Representantes da Direção Central e dos núcleos do CPERS visitaram escolas da Região das Missões, na tarde desta quinta-feira (15), para reafirmar a luta por salário digno e alertar a categoria sobre os prejuízos da Reforma Administrativa (PEC 32).
A atividade integra a agenda de mobilizações no interior e na capital – organizadas pelo Sindicato – para ouvir, informar e organizar a luta.
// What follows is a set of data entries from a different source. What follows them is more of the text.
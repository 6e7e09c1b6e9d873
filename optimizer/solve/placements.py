"""The placements of one dual network beside two discrete parts (``solve.mixed``): where the dual
can sit, the formulas of a side's term and of the gain room the conditions leave, and each
placement's screened candidates (divider placements: a slice of the free side's half records;
crossed placements: the two sides' value windows paired), ordered and screened a chunk at a
time as the merge reaches them. Every screen is a necessary condition of the exact check.
"""

from __future__ import annotations

import math
from dataclasses import dataclass

import numpy as np
from numpy.typing import NDArray

from ..catalog import Catalog
from ..cost import parts_cost
from ..parts import NetworkPart
from ..spec import Spec
from .environment import LinearEnvironment
from .frontier import (
    JOIN_CHUNK,
    gain_room,
)
from .halves import ClassParts, HalfRecords, value_lists, value_window
from .networks import element_bounds, element_ratings, package_extremes, usable_networks
from .options import ALL_SHAPES
from .screen import ScreenLimits, adm_from_terms, corner_screen, side_window, stress_floor

__all__ = [
    "DualPlacement",
    "PlacementBlock",
    "PlacementCandidates",
    "SortedHalf",
    "c_gain_room",
    "crossed_open",
    "divider_keys",
    "divider_slice",
    "dual_placements",
    "least_costs",
    "least_sensitivity",
    "placement_candidates",
    "side_term",
    "sorted_half",
]

Array = NDArray[np.float64]
IntArray = NDArray[np.int64]

# --------------------------------------------------------------------------------------------
# Formulas
# --------------------------------------------------------------------------------------------


def side_term(
    top: Array | float, bottom: Array | float, w: Array | float, u: Array | float
) -> Array:
    """The bridge term of one side, ``(B + u)/(A + w + B + u)`` (dimensionless): ``c =
    R2/(R1 + Rs1 + R2)`` with ``A = R1``, ``B = R2``, ``w = Rs1``, ``u = 0``, and ``a = (R4 +
    Rref)/(R3 + Rs3 + R4 + Rref)`` with ``A = R3``, ``B = R4``, ``w = Rs3``, ``u = Rref`` (ohms;
    voltage dividers, Ohm's law). It falls with ``A`` and rises with ``B``, so its upper bound
    takes ``A`` low and ``B`` high."""
    term: Array = np.asarray((bottom + u) / (top + w + bottom + u), dtype=float)
    return term


def least_sensitivity(position: int, r_low: Array, t_hi: float, lim: ScreenLimits) -> Array:
    """A lower bound of ``∂ln term/∂ln R`` (dimensionless) for a resistance at ``position``
    (0-based) no lower than ``r_low`` (ohms) while its side's term stays at most ``t_hi``. From
    :func:`side_term`: for ``A`` (R1, R3) ``S = A/(A + w + B + u) = (1 − term)·A/(A + w)``, for
    ``B`` (R2, R4) ``S = B/(B + u) − B/(A + w + B + u) = (1 − term)·B/(B + u)``;
    ``1 − term ≥ 1 − t_hi`` and ``R/(R + s)`` rises with ``R`` and falls with the series
    impedance ``s`` (its largest)."""
    series = {0: lim.rs1, 1: np.zeros(1), 2: lim.rs3, 3: lim.rref}[position]
    s_max = float(np.max(series))
    share: Array = max(1.0 - t_hi, 0.0) * r_low / (r_low + s_max)
    return share


def least_costs(parts: ClassParts, lim: ScreenLimits) -> list[float]:
    """Per position: the least cost (part and placement) of a discrete part that can take it
    next to any dual. A side's ``ln`` term spans at least ``S·ln(hi/lo)`` over the part's range
    (:func:`least_sensitivity`; the other resistance of the side at a point only narrows it),
    and the widths of both sides add up to at most ``2Λ`` (the two balance conditions summed),
    so a class and value wider than ``2Λ`` on its own is never placed."""
    least: list[float] = []
    width = np.log(parts.hi / parts.lo)[:, None]  # (E, 1)
    for position in range(4):
        t_hi = side_window(lim, 1 if position < 2 else 2)[0]
        r_low = parts.values[None, :] * parts.lo[:, None]  # (E, K)
        narrow = width * least_sensitivity(position, r_low, t_hi, lim) <= 2.0 * lim.balance
        cost = np.where(narrow, parts.best_cost[position], np.inf)
        least.append(float(cost.min()) if cost.size else math.inf)
    return least
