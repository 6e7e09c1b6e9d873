"""The spec's limits as the worst-case screens see them, and the conditions on them: the
balance limit ``Λ`` of a CMRR floor, the gain thresholds, the windows the gain and balance
conditions leave each side's bridge term, the least voltage across each position (for the
rating screen) and the corner screen of nominal designs. The conditions and why they are exact
or necessary: ``solve.frontier``, module docstring.
"""

from __future__ import annotations

import math
from dataclasses import dataclass, replace

import numpy as np
from numpy.typing import NDArray

from ..spec import Spec
from .environment import LinearEnvironment

__all__ = [
    "RATING_SCREEN",
    "SLACK",
    "ScreenLimits",
    "adm_from_terms",
    "at_vertex",
    "corner_screen",
    "gain_threshold",
    "inverting_floor",
    "log_balance_limit",
    "screen_limits",
    "side_window",
    "stress_floor",
    "stress_share",
]

Array = NDArray[np.float64]
IntArray = NDArray[np.int64]

#: A part is left out at a position only if its rating covers less than this fraction of the
#: estimated stress (voltage) or of its square (power): a loose screen; the exact check decides.
RATING_SCREEN = 0.5


#: Relative widening of the screen's limits against rounding (keeps the screen optimistic).
SLACK = 1e-9


# --------------------------------------------------------------------------------------------
# Formulas
# --------------------------------------------------------------------------------------------


def log_balance_limit(floor_db: float, amp_cmrr_ratio: float) -> float:
    """Largest ``|ln x|`` (``x = c/a``, the bridge balance) that meets a CMRR floor of
    ``floor_db`` with an amplifier of CMRR ``amp_cmrr_ratio`` (a ratio; ``inf`` when ideal):
    ``Λ = 2·atanh(w*)``, ``w* = (X/2 − e)/(1 − e·X/2)``, ``X = 10^(−floor/20)``,
    ``e = 1/(2·CMRR)``. From the worst-sign error ``2(w + e)/(1 + e·w)`` with
    ``w = |1 − x|/(1 + x) = tanh(|ln x|/2)`` (``analysis.balance.
    common_mode_error_worst_sign``), which rises with ``w``. Negative: no balance meets it."""
    x_max = 10.0 ** (-floor_db / 20.0)
    e = 0.0 if math.isinf(amp_cmrr_ratio) else 1.0 / (2.0 * amp_cmrr_ratio)
    w = (x_max / 2.0 - e) / (1.0 - e * x_max / 2.0)
    if w <= 0.0:
        return -1.0
    if w >= 1.0:
        return math.inf
    return 2.0 * math.atanh(w)


def gain_threshold(gain: float, k: float, eps: float, inv_a: float, side: int) -> float:
    """The bridge term at which the differential gain reaches ``gain`` when the other term is
    ``k`` times it: for side 1 (``c``, with ``a = k·c``) and side 2 (``a``, with ``c = k·a``).

    From ``Adm = (a(1+ε) + c(1−ε)) / (2(1/A + (1−c)(1−ε)))`` (``analysis.balance.
    differential_gain_from_terms``), linear in the term once the other is ``k`` times it:
    side 1: ``c* = 2G(1/A + 1 − ε) / (k(1+ε) + (1−ε) + 2G(1−ε))``;
    side 2: ``a* = 2G(1/A + 1 − ε) / ((1+ε) + k(1−ε) + 2Gk(1−ε))``. ``Adm`` rises with the term,
    so ``Adm ≤ G`` exactly below it (dimensionless)."""
    top = 2.0 * gain * (inv_a + 1.0 - eps)
    if side == 1:
        return top / (k * (1.0 + eps) + (1.0 - eps) + 2.0 * gain * (1.0 - eps))
    return top / ((1.0 + eps) + k * (1.0 - eps) + 2.0 * gain * k * (1.0 - eps))


def adm_from_terms(a: Array, c: Array, eps: float, inv_a: float) -> Array:
    """``Adm = (a(1+ε) + c(1−ε)) / (2(1/A + (1−c)(1−ε)))`` (``analysis.balance.
    differential_gain_from_terms``, repeated here on plain arrays for the join's speed)."""
    return (a * (1.0 + eps) + c * (1.0 - eps)) / (2.0 * (inv_a + (1.0 - c) * (1.0 - eps)))


# --------------------------------------------------------------------------------------------
# The spec's limits as the screen sees them
# --------------------------------------------------------------------------------------------


@dataclass(frozen=True)
class ScreenLimits:
    balance: float  # Λ
    gain_max: float
    gain_min: float
    eps: tuple[float, ...]  # amplifier CMRR signs: ±e, or 0
    inv_a: float  # 1/A_min (0 when ideal)
    rs1: Array  # (V,)
    rs3: Array
    rref: Array
    min_impedance: float


def screen_limits(spec: Spec, env: LinearEnvironment) -> ScreenLimits:
    req = spec.requirements
    amp = spec.amplifier
    balance = log_balance_limit(req.cmrr_floor_db, amp.cmrr_ratio)
    e = 0.0 if math.isinf(amp.cmrr_ratio) else 1.0 / (2.0 * amp.cmrr_ratio)
    eps = (e, -e) if e > 0.0 else (0.0,)
    a_ol = amp.open_loop_gain
    return ScreenLimits(
        balance=balance * (1.0 + SLACK) + SLACK if math.isfinite(balance) else balance,
        gain_max=req.gain * (1.0 + req.gain_accuracy) * (1.0 + SLACK),
        gain_min=req.gain * (1.0 - req.gain_accuracy) * (1.0 - SLACK),
        eps=eps,
        inv_a=0.0 if math.isinf(a_ol) else 1.0 / a_ol,
        rs1=env.vertices[:, 0].copy(),
        rs3=env.vertices[:, 1].copy(),
        rref=env.vertices[:, 2].copy(),
        min_impedance=req.min_input_impedance_ohm * (1.0 - SLACK),
    )


def at_vertex(lim: ScreenLimits, vertex: int) -> ScreenLimits:
    """``lim`` with one environment vertex of impedances kept: the conditions at that vertex
    alone, a subset of those at every vertex (so whatever fails them fails the screen)."""
    cut = slice(vertex, vertex + 1)
    return replace(lim, rs1=lim.rs1[cut], rs3=lim.rs3[cut], rref=lim.rref[cut])


# --------------------------------------------------------------------------------------------
# Least voltage across each position
# --------------------------------------------------------------------------------------------


def _min_abs_linear(u0: Array, u1: Array) -> Array:
    """Least ``|u|`` of a function linear in a parameter over an interval, given its values at
    the two ends (0 where it changes sign)."""
    same = np.sign(u0) == np.sign(u1)
    return np.where(same, np.minimum(np.abs(u0), np.abs(u1)), 0.0)


def stress_floor(spec: Spec, lim: ScreenLimits, position: int) -> float:
    """A lower bound (volts) of the largest voltage across the resistor at ``position`` (0-based)
    over the signal corners, for any design that meets the gain accuracy and the CMRR floor,
    before the part's own share ``R/(R + Rs)`` (:func:`stress_share`). From
    ``resistor_voltages`` (``analysis.checks``, Ohm's and Kirchhoff's laws): one current flows
    through R1' and R2, so ``V_R1 = (V1 − V−)·R1/R1'`` and ``V_R2 = (V1 − V−)·R2/R1'`` with
    ``R2/R1' = c/(1 − c)``; the R3–R4 leg gives ``V_R3 = (V2 − VREF)(1 − a)·R3/R3'`` and
    ``V_R4 = (V2 − VREF)·a·R4/R4'``; ``V− = a·V2 + (1 − a)·VREF − Vout/A``. The terms ``a`` and
    ``c`` lie inside the windows the gain and balance conditions leave (:func:`side_window`)."""
    sig, ref = spec.signal, spec.reference
    a_top, a_bottom = side_window(lim, 2)
    a_hi, a_lo = min(a_top, 1.0), max(a_bottom, 0.0)
    c_lo = max(side_window(lim, 1)[1], 0.0)
    if a_lo > a_hi:
        return 0.0
    vcm = np.array([sig.common_mode_min_v, sig.common_mode_max_v])
    vd = np.array([sig.differential_min_v, sig.differential_max_v])
    vref = np.array([ref.voltage_min_v, ref.voltage_max_v])
    cm, d, rf = (g.ravel() for g in np.meshgrid(vcm, vd, vref, indexing="ij"))
    v2 = cm + d / 2.0
    if position in (0, 1):
        across = inverting_floor(spec, lim, a_lo, a_hi)
        if position == 0:
            return across
        return across * c_lo / (1.0 - c_lo) if c_lo < 1.0 else across
    leg = np.abs(v2 - rf)
    share = (1.0 - a_hi) if position == 2 else a_lo
    return max(float(np.max(leg)) * share, 0.0)


def inverting_floor(spec: Spec, lim: ScreenLimits, a_lo: float, a_hi: float) -> float:
    """Least over ``a ∈ [a_lo, a_hi]`` of ``|V1 − V−|``, largest over the signal corners (volts),
    with ``V− = a·V2 + (1 − a)·VREF − Vout/A`` and ``|Vout| ≤ G_max·|Vd| + |VREF| + |Vcm|`` (the
    amplifier's input difference ``Vout/A`` taken against the bound)."""
    sig, ref = spec.signal, spec.reference
    vcm = np.array([sig.common_mode_min_v, sig.common_mode_max_v])
    vd = np.array([sig.differential_min_v, sig.differential_max_v])
    vref = np.array([ref.voltage_min_v, ref.voltage_max_v])
    cm, d, rf = (g.ravel() for g in np.meshgrid(vcm, vd, vref, indexing="ij"))
    v1, v2 = cm - d / 2.0, cm + d / 2.0
    out = lim.gain_max * float(np.max(np.abs(vd))) + float(np.max(np.abs(vref)))
    out += float(np.max(np.abs(vcm)))
    u0 = v1 - a_lo * v2 - (1.0 - a_lo) * rf
    u1 = v1 - a_hi * v2 - (1.0 - a_hi) * rf
    return max(float(np.max(_min_abs_linear(u0, u1))) - out * lim.inv_a, 0.0)


def stress_share(lim: ScreenLimits, position: int, r_low: Array) -> Array:
    """The part's least share ``R/(R + Rs)`` of the voltage at ``position`` (Rs: the largest
    source or REF impedance in series with it) for resistances at their low ends ``r_low``."""
    series = {0: lim.rs1.max(), 1: 0.0, 2: lim.rs3.max(), 3: lim.rref.max()}[position]
    share: Array = r_low / (r_low + series)
    return share


def side_window(lim: ScreenLimits, side: int) -> tuple[float, float]:
    """``(t_hi, t_lo)``: the side's bridge term must satisfy ``term_hi ≤ t_hi`` and
    ``term_lo ≥ t_lo`` for a partner to exist (gain and balance together, see
    :func:`gain_threshold`): the partner term lies within ``e^{±Λ}`` of this one. The window is
    the same at every environment vertex (the impedances enter the terms, not the window)."""
    k_down = math.exp(-lim.balance) if math.isfinite(lim.balance) else 0.0
    k_up = math.exp(lim.balance) if math.isfinite(lim.balance) else math.inf
    upper = min(gain_threshold(lim.gain_max, k_down, e, 0.0, side) for e in lim.eps)
    if math.isinf(k_up):
        lower = 0.0
    else:
        lower = max(gain_threshold(lim.gain_min, k_up, e, lim.inv_a, side) for e in lim.eps)
    return upper, lower


# --------------------------------------------------------------------------------------------
# Network designs: quads and pairs of duals
# --------------------------------------------------------------------------------------------


def corner_screen(nominal: Array, low: Array, high: Array, lim: ScreenLimits) -> NDArray[np.bool_]:
    """Designs (N, 4) whose positions vary independently in ``[R·low, R·high]`` and that meet
    the balance and gain conditions of the module docstring at every environment vertex: the
    exact worst case for independent parts. For network elements ``low``/``high`` hold the
    element's own range only (the package's shared error at zero): a subset of the exact
    check's variables, so the screen never rejects a design the exact check accepts."""
    alive = np.arange(nominal.shape[0])
    if lim.min_impedance > 0.0:
        alive = alive[nominal[:, 0] + nominal[:, 2] >= lim.min_impedance]
    lo = nominal[alive] * low[alive]
    hi = nominal[alive] * high[alive]
    lam = lim.balance
    # Vertex by vertex, each on the designs the ones before it kept (most fail at the first).
    for v in range(lim.rs1.size):
        if alive.size == 0:
            break
        rs1, rs3, rref = lim.rs1[v], lim.rs3[v], lim.rref[v]
        c_hi = hi[:, 1] / (lo[:, 0] + rs1 + hi[:, 1])
        c_lo = lo[:, 1] / (hi[:, 0] + rs1 + lo[:, 1])
        a_hi = (hi[:, 3] + rref) / (lo[:, 2] + rs3 + hi[:, 3] + rref)
        a_lo = (lo[:, 3] + rref) / (hi[:, 2] + rs3 + lo[:, 3] + rref)
        ok = np.log(c_hi / a_lo) <= lam
        ok &= np.log(c_lo / a_hi) >= -lam
        for e in lim.eps:
            ok &= adm_from_terms(a_hi, c_hi, e, 0.0) <= lim.gain_max
            ok &= adm_from_terms(a_lo, c_lo, e, lim.inv_a) >= lim.gain_min
        if not ok.all():
            alive, lo, hi = alive[ok], lo[ok], hi[ok]
    passed = np.zeros(nominal.shape[0], dtype=bool)
    passed[alive] = True
    return passed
As escolas Achilino de Santis e Tolentina Barcelos Gonçalves (TBG), de Santo Antônio das Missões, receberam o vice-presidente do CPERS, Alex Saratt, e o diretor do 33° Núcleo, Joner Nascimento.
Eles abordaram a situação dramática enfrentada por professores(as) e funcionários(as) que estão com mais de sete anos de salários congelados, agravados pelas recentes perdas de direitos, eliminação de vantagens, redução de adicionais e alterações na Previdência.
“O Sindicato está iniciando um grande movimento por reajuste salarial. Estamos investindo em conteúdos para as redes sociais e também em outros veículos de comunicação. Precisamos ter o esteio da sociedade diante da situação calamitosa que nós, educadores, estamos passando”, afirmou o vice-presidente do CPERS, Alex Saratt.

Alex destacou ainda que é fundamental a mobilização em todos os espaços, incluindo no engajamento virtual da categoria com o compartilhamento de cards pelas redes sociais, participação de tuitaços e demais atividades promovidas pelo CPERS.
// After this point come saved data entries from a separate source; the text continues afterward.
def _crossed_open(duals: list[_Dual], cands: _Candidates, lim: ScreenLimits) -> NDArray[np.bool_]:
    """Per placement: False for a crossed one with no usable discrete part in the window of
    one of its sides (:func:`_crossed_window`; :func:`_crossed_candidates` would find none),
    True otherwise. Worked out for every placement at once, before the merge."""
    open_ = np.ones(len(duals), dtype=bool)
    for shape in ALL_SHAPES:
        if shape in ((0, 1), (2, 3)):
            continue
        at = [i for i, d in enumerate(duals) if d.positions == shape]
        if not at:
            continue
        group = [duals[i] for i in at]
        for side in (1, 2):
            _, free = _side_roles(side, shape)
            m_lo, m_hi = _crossed_window(group, side, lim)
            open_[at] &= cands.any_within(free, m_lo, m_hi)
    return open_


def _crossed_candidates(dual: _Dual, cands: _Candidates, lim: ScreenLimits) -> IntArray:
    """Keys of discrete pairs for a dual with one element on each side: per side, the classes
    and values :func:`halves.value_window` allows next to the dual's element, paired across
    sides."""
    parts = cands.parts
    picks: list[tuple[IntArray, IntArray, Array, Array]] = []
    for side in (1, 2):
        w, u = _side_impedances(side, lim)
        fixed_at, free = _side_roles(side, dual.positions)
        value = dual.values[dual.positions.index(fixed_at)]
        m_lo, m_hi = _crossed_window([dual], side, lim)
        cls, val = cands.within(free, float(m_lo[0]), float(m_hi[0]))
        if cls.size == 0:
            return np.zeros((0, 4), dtype=np.int64)
        # The side's term at vertex 0 with the package at its first end: a point of the range.
        fixed = value * dual.ends[0] * np.array([dual.lo, dual.hi])
        r = parts.values[val]
        free_lo, free_hi = r * parts.lo[cls], r * parts.hi[cls]
        if free > fixed_at:  # the free part is R2 or R4
            high = side_term(fixed[0], free_hi, w[0], u[0])
            low = side_term(fixed[1], free_lo, w[0], u[0])
        else:
            high = side_term(free_lo, fixed[1], w[0], u[0])
            low = side_term(free_hi, fixed[0], w[0], u[0])
        picks.append((cls, val, np.log(low), np.log(high)))
    (c1, k1, lo1, hi1), (c2, k2, lo2, hi2) = picks
    # Balance at that point: ln c_hi − ln a_lo ≤ Λ and ln a_hi − ln c_lo ≤ Λ.
    lam = lim.balance * (1.0 + 1e-9) + 1e-12
    i1, i2 = np.nonzero((hi1[:, None] - lo2[None, :] <= lam) & (hi2[None, :] - lo1[:, None] <= lam))
    # The gain conditions at the same point (widened by 1e-12 against the logs' rounding).
    c_hi, c_lo, a_hi, a_lo = np.exp(hi1[i1]), np.exp(lo1[i1]), np.exp(hi2[i2]), np.exp(lo2[i2])
    ok = np.ones(i1.size, dtype=bool)
    for e in lim.eps:
        ok &= adm_from_terms(a_hi, c_hi, e, 0.0) <= lim.gain_max * (1.0 + 1e-12)
        ok &= adm_from_terms(a_lo, c_lo, e, lim.inv_a) >= lim.gain_min * (1.0 - 1e-12)
    i1, i2 = i1[ok], i2[ok]
    return np.column_stack([c1[i1], k1[i1], c2[i2], k2[i2]])


def _screen(dual: _Dual, keys: IntArray, parts: ClassParts, lim: ScreenLimits) -> NDArray[np.bool_]:
    """The mask of the keys (class, value at the first free position, then the second) that
    pass :func:`screen.corner_screen` with the dual's package at either end."""
    i, j = dual.free
    p, q = dual.positions
    ok = np.zeros(keys.shape[0], dtype=bool)
    for start in range(0, keys.shape[0], JOIN_CHUNK):
        part = keys[start : start + JOIN_CHUNK]
        n = part.shape[0]
        nominal = np.empty((n, 4))
        low = np.empty((n, 4))
        high = np.empty((n, 4))
        for position, cls, val in ((i, part[:, 0], part[:, 1]), (j, part[:, 2], part[:, 3])):
            nominal[:, position] = parts.values[val]
            low[:, position] = parts.lo[cls]
            high[:, position] = parts.hi[cls]
        low[:, [p, q]] = dual.lo
        high[:, [p, q]] = dual.hi
        alive = np.arange(n)
        for end in dual.ends:
            scaled = nominal[alive]
            scaled[:, p] = dual.values[0] * end
            scaled[:, q] = dual.values[1] * end
            alive = alive[corner_screen(scaled, low[alive], high[alive], lim)]
            if alive.size == 0:
                break
        ok[start + alive] = True
    return ok


def _candidates(
    dual: _Dual,
    window: tuple[float, float],
    parts: ClassParts,
    lim: ScreenLimits,
    cands: _Candidates,
    halves: dict[int, _SortedHalf],
) -> tuple[IntArray, Array]:
    """The candidate keys of one placement (not yet screened, in no particular order) with the
    cost bound of each less the network's cost: the cheapest part of each class and value, one
    line per distinct class and value (``ClassParts.line_charge``). ``window``: the placement's
    :func:`_divider_keys`."""
    if dual.positions in ((0, 1), (2, 3)):
        return _divider_candidates(dual, window, halves)
    keys = _crossed_candidates(dual, cands, lim)
    i, j = dual.free
    bound = (
        parts.best_cost[i][keys[:, 0], keys[:, 1]]
        + parts.best_cost[j][keys[:, 2], keys[:, 3]]
        + _lines(keys, parts)
    )
    return keys, bound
Além disso, a pressão também se dá no campo político pelo diálogo com vereadores e deputados da base do governo, solicitação de audiências e aprovação de Moções de Apoio.
“Esses governos neoliberais querem acabar com os nossos direitos. Por isso temos que dialogar com a sociedade e fazer uma cobrança em cima disso”, destacou o diretor do 33º Núcleo, Joner Nascimento.

Para a professora do Colégio Estadual Tolentina Barcelos Gonçalves (TBG), Greice Fonseca, os educadores, além de estarem endividados, têm que lidar com a sobrecarga de trabalho, o que acaba comprometendo a saúde mental de grande parte da categoria.
“Estamos nos desdobrando em várias pessoas ao mesmo tempo e o governo só nos cobra. Precisamos de um governo verdadeiramente comprometido com a educação. Estamos ficando doentes e também precisamos de apoio psicológico”.
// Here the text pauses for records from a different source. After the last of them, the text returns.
"""One side's half records grouped by class pair, as the discrete search joins them
(``solve.frontier``, step 3 of its module docstring): written out and pruned at once
(:class:`EagerGroups`) or, when the records are many, by their windows' bounds and written out
the first time the search reaches a group (:class:`LazyGroups`); and what the enumerations of
one pick share (:class:`Shared`).
"""

from __future__ import annotations

import numpy as np
from numpy.typing import NDArray

from ..catalog import Catalog
from ..spec import Spec
from .environment import LinearEnvironment
from .halves import (
    ClassParts,
    HalfRecords,
    HalfWindows,
    discrete_parts,
    group_bounds,
    group_spans,
    half_windows,
    materialise,
)
from .screen import ScreenLimits, at_vertex

__all__ = [
    "LAZY_CELLS",
    "EagerGroups",
    "LazyGroups",
    "Shared",
    "fits_exactly",
]

Array = NDArray[np.float64]
IntArray = NDArray[np.int64]

# --------------------------------------------------------------------------------------------
# The discrete search
# --------------------------------------------------------------------------------------------


def _group_table(half: HalfRecords) -> tuple[IntArray, IntArray, Array, Array, IntArray, IntArray]:
    """Per distinct group: its record indices (sorted by group), start/stop offsets, least
    cost, least spread per vertex, and its two classes."""
    order = np.argsort(half.group, kind="stable")
    groups, starts = np.unique(half.group[order], return_index=True)
    stops = np.r_[starts[1:], order.size]
    least_cost = np.minimum.reduceat(half.cost[order], starts) if order.size else np.zeros(0)
    spread = half.high - half.low
    least_spread = (
        np.minimum.reduceat(spread[order], starts, axis=0) if order.size else np.zeros((0, 0))
    )
    first = order[starts]
    classes = (
        np.column_stack([half.ca[first], half.cb[first]])
        if order.size
        else np.zeros((0, 2), np.int64)
    )
    return order, np.column_stack([starts, stops]), least_cost, least_spread, classes, groups


class Shared:
    """What the enumerations of one pick build alike (the usable discrete parts and the windows
    of each side), built on first use and kept for the others: the four-discrete search and the
    one-dual-two-discrete search (``optimizer.solve.mixed``) of one spec. The half records
    themselves are written out by each search as it needs them (they are large on loose
    specs, and the two searches need different columns of them)."""

    def __init__(self) -> None:
        self._parts: list[ClassParts | None] = []
        self._windows: dict[int, HalfWindows] = {}

    def parts(
        self, catalog: Catalog, spec: Spec, env: LinearEnvironment, lim: ScreenLimits
    ) -> ClassParts | None:
        if not self._parts:
            self._parts.append(discrete_parts(catalog, spec, env, lim))
        return self._parts[0]

    def windows(self, parts: ClassParts, lim: ScreenLimits, side: int) -> HalfWindows:
        if side not in self._windows:
            self._windows[side] = half_windows(parts, lim, side)
        return self._windows[side]

    def half(
        self, parts: ClassParts, lim: ScreenLimits, side: int, vertex: int | None = None
    ) -> HalfRecords:
        """Every half record of ``side``, its terms at every vertex, or at ``vertex`` only
        (:func:`at_vertex`: one column, and only that vertex's conditions drop records)."""
        win = self.windows(parts, lim, side)
        at = lim if vertex is None else at_vertex(lim, vertex)
        return materialise(parts, at, side, win, np.arange(win.group.size))


#: Records of both sides times environment vertices (the size of their term bounds) above which
#: the four-discrete search writes out only the groups it reaches (:class:`LazyGroups`)
#: instead of all of them, pruned (:class:`EagerGroups`). Measured on the canonical battery
#: and a sweep of floors: below it, pruning everything first is faster.
LAZY_CELLS = 2_000_000


class EagerGroups:
    """Every record of one side written out and pruned; a group's records are a slice."""

    def __init__(self, half: HalfRecords) -> None:
        self.half = half
        self.order, self.span, self.cost, self.spread, self.classes, _ = _group_table(half)

    def least_span(self, vertex_groups: list[IntArray]) -> Array:
        """Per group and vertex group: the least width of a record's union of intervals there
        (:func:`group_spans`)."""
        spans = group_spans(self.half, vertex_groups)[self.order]
        return np.minimum.reduceat(spans, self.span[:, 0], axis=0)

    def records(self, g: int) -> tuple[HalfRecords, IntArray]:
        return self.half, self.order[self.span[g, 0] : self.span[g, 1]]


class LazyGroups:
    """One side's groups by their windows: bounds from :func:`group_bounds`, and a group's
    records written out the first time the search reaches it."""

    def __init__(
        self,
        parts: ClassParts,
        lim: ScreenLimits,
        side: int,
        win: HalfWindows,
        span_groups: list[IntArray],
    ) -> None:
        self.parts, self.lim, self.side, self.win = parts, lim, side, win
        self.cost, self.spread = group_bounds(parts, lim, side, win)
        heads = win.starts[:-1]
        self.classes = np.column_stack([win.ca[heads], win.cb[heads]])
        self.span_groups = span_groups  # the vertices that share the partner's term
        self._made: dict[int, HalfRecords] = {}
        self._exact: dict[int, tuple[Array, Array]] = {}

    def exact(self, g: int) -> tuple[Array, Array]:
        """The group's least span over each of ``span_groups`` and least spread per vertex,
        from its records (what :class:`EagerGroups` holds, before pruning)."""
        if g not in self._exact:
            half, _ = self.records(g)
            self._exact[g] = (
                group_spans(half, self.span_groups).min(axis=0),
                (half.high - half.low).min(axis=0),
            )
        return self._exact[g]

    def least_span(self, vertex_groups: list[IntArray]) -> Array:
        """A lower bound of :meth:`EagerGroups.least_span`: a record's union over a vertex
        group is at least as wide as its interval at each vertex of it."""
        return np.column_stack([self.spread[:, g].max(axis=1) for g in vertex_groups])

    def records(self, g: int) -> tuple[HalfRecords, IntArray]:
        half = self._made.get(g)
        if half is None:
            window = np.arange(self.win.starts[g], self.win.starts[g + 1])
            half = materialise(self.parts, self.lim, self.side, self.win, window)
            self._made[g] = half
        return half, np.arange(half.cost.size)


def fits_exactly(one: LazyGroups, two: LazyGroups, g1: int, g2: int, balance: float) -> bool:
    """The group pair test of ``discrete_frontier`` on the two groups' own records: over the
    vertices that share one side's partner term, the side's least span plus the partner's
    least spread there stays within ``2Λ``."""
    if one.records(g1)[0].cost.size == 0 or two.records(g2)[0].cost.size == 0:
        return False
    span1, spread1 = one.exact(g1)
    span2, spread2 = two.exact(g2)
    heads_a = [g[0] for g in one.span_groups]
    heads_c = [g[0] for g in two.span_groups]
    return bool(
        np.all(span1 + spread2[heads_a] <= 2.0 * balance)
        and np.all(span2 + spread1[heads_c] <= 2.0 * balance)
    )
Reforma Administrativa e o ataque aos educadores(as)
Outro ponto discutido foi a Reforma Administrativa (PEC 32). A PEC 32 representa a destruição dos serviços públicos, das carreiras e dos direitos dos educadores(as) e do conjunto do funcionalismo público.
“Com a Reforma, perderemos a paridade e haverá uma diminuição drástica do salário dessas pessoas ao longo de sua vida. É para nos matar de fome. Se aprovada, a Reforma também vai acabar com a estabilidade do servidor, um direito constitucional. Será um grande retrocesso. Por isso precisamos unir forças”, disse o diretor do 33º Núcleo, Joner Nascimento.

“É a destruição de um dos pilares daquilo que a gente pensa o bem estar nacional que é o bem estar social. Existe uma mobilização dos movimentos sociais e sindicatos. Nesse jogo de forças ganhamos tempo e condições de convencer a sociedade sobre o caráter maligno dessa proposta. Temos uma campanha que visa esclarecer a população e a categoria sobre a Reforma Administrativa”, asseverou o vice-presidente Alex Saratt.

Outras seis escolas do município de São Luiz Gonzaga receberam a visita da diretora Sandra Régio, que também denunciou os ataques da Reforma Administrativa (PEC 32) contra os educadores e demais servidores(as). Sandra destacou ainda a importância de unidade na luta por reposição salarial.
“Temos colegas que estão passando fome e estão endividados. Não podemos permitir isso. Por isso é importante estarmos juntos na luta para garantir os nossos direitos e barrar os ataques do governo”, afirmou a diretora Sandra.